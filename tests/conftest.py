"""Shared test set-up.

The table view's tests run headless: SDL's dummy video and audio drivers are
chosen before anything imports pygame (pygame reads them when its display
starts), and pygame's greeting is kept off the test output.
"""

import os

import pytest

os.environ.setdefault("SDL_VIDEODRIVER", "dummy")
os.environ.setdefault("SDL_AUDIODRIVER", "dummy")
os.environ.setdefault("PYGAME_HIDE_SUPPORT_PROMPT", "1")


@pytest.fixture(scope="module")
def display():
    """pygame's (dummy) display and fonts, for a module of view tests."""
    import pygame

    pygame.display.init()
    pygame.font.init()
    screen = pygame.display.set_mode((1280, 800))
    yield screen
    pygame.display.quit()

- **TASK DETAILS**:
Give back the entire listing verbatim.

- **SOLVED PROBLEM**:
filename tests/conftest.py
"""Shared test set-up.

The table view's tests run headless: SDL's dummy video and audio drivers are
chosen before anything imports pygame (pygame reads them when its display
starts), and pygame's greeting is kept off the test output.
"""

import os

import pytest

os.environ.setdefault("SDL_VIDEODRIVER", "dummy")
os.environ.setdefault("SDL_AUDIODRIVER", "dummy")
os.environ.setdefault("PYGAME_HIDE_SUPPORT_PROMPT", "1")


@pytest.fixture(scope="module")
def display():
    """pygame's (dummy) display and fonts, for a module of view tests."""
    import pygame

    pygame.display.init()
    pygame.font.init()
    screen = pygame.display.set_mode((1280, 800))
    yield screen
    pygame.display.quit()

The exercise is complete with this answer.